Start of Source information

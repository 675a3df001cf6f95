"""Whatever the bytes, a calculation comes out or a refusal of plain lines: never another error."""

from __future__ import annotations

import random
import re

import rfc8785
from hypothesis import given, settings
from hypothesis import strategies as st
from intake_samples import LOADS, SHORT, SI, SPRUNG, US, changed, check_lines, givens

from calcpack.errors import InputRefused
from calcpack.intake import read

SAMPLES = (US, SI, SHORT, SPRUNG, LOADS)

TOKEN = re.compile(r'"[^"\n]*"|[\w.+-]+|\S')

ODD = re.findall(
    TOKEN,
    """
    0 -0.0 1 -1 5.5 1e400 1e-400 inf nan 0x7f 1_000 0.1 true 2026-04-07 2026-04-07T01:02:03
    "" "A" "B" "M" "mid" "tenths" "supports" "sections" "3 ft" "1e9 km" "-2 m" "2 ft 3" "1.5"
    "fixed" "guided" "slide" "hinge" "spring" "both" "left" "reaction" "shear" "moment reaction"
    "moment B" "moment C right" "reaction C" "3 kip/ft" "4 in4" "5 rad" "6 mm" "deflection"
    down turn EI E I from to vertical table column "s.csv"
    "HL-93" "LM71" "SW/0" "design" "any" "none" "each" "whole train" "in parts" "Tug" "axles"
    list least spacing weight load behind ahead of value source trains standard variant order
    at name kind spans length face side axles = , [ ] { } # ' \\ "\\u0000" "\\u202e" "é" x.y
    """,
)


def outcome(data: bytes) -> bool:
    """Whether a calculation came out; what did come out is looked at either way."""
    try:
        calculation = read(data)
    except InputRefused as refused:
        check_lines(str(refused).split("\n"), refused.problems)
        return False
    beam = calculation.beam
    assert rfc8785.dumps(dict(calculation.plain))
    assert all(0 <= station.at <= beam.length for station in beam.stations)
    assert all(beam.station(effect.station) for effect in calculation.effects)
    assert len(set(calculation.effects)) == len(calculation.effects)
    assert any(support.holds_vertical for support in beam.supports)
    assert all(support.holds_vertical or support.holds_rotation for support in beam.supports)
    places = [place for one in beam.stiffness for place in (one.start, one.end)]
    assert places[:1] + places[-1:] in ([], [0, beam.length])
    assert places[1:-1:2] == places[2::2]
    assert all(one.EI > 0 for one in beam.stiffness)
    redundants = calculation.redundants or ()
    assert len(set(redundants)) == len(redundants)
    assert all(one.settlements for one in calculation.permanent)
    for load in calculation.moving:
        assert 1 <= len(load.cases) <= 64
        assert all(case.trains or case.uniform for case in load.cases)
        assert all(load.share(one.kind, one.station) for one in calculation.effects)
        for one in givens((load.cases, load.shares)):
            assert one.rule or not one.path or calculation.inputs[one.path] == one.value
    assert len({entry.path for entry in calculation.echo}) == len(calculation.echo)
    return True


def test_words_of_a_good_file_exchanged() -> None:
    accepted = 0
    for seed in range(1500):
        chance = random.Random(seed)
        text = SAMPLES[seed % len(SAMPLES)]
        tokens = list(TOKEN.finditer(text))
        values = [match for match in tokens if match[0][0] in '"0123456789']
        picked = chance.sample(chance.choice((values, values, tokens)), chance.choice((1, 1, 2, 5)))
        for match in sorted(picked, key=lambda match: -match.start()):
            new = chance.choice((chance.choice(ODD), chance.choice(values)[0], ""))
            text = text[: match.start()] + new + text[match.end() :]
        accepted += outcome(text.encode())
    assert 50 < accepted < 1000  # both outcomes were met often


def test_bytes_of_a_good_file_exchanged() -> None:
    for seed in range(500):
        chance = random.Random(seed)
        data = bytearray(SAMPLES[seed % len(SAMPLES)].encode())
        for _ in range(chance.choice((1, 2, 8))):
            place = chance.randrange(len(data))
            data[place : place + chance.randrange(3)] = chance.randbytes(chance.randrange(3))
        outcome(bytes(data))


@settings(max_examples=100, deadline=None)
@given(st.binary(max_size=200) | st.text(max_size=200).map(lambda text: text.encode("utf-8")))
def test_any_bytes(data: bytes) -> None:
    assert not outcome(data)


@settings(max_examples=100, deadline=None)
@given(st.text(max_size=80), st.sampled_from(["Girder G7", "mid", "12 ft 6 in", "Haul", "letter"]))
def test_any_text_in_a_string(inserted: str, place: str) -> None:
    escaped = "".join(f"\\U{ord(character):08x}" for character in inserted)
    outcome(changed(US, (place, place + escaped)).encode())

End of Source information
Start of Source information

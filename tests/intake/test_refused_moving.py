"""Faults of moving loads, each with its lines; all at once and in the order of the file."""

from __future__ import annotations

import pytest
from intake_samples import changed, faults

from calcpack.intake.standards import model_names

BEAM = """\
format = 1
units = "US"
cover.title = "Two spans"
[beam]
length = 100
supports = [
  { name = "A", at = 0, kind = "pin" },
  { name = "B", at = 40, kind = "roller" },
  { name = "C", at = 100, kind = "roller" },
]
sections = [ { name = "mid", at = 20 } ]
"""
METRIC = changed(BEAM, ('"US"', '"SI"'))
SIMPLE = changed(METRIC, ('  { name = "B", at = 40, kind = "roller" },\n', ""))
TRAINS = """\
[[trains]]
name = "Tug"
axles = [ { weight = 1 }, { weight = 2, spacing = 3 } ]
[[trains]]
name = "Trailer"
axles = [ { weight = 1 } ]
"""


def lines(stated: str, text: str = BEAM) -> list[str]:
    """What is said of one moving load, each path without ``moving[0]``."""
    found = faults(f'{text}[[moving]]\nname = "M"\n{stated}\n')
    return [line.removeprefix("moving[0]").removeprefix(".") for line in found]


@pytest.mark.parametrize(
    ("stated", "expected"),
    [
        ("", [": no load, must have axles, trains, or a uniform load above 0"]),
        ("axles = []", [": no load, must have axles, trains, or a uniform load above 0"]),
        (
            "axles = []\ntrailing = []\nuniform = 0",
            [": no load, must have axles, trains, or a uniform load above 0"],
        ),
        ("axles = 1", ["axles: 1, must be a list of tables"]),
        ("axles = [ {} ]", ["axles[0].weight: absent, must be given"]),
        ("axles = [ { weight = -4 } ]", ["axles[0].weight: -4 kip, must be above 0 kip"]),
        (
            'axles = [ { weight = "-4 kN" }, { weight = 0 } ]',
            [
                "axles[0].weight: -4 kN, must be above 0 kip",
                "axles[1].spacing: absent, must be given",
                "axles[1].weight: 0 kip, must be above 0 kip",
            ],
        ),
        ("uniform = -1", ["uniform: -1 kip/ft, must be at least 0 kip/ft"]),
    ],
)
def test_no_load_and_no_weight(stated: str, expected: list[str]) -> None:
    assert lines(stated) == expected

End of Source information

* **Task instructions**
For this exercise, output exactly the lines above from the line with "character in inserted)" to the line with "outcome(changed(US, (place, place", counting both, and leave out the rest.

* **Answer to this problem**
    escaped = "".join(f"\\U{ord(character):08x}" for character in inserted)
    outcome(changed(US, (place, place + escaped)).encode())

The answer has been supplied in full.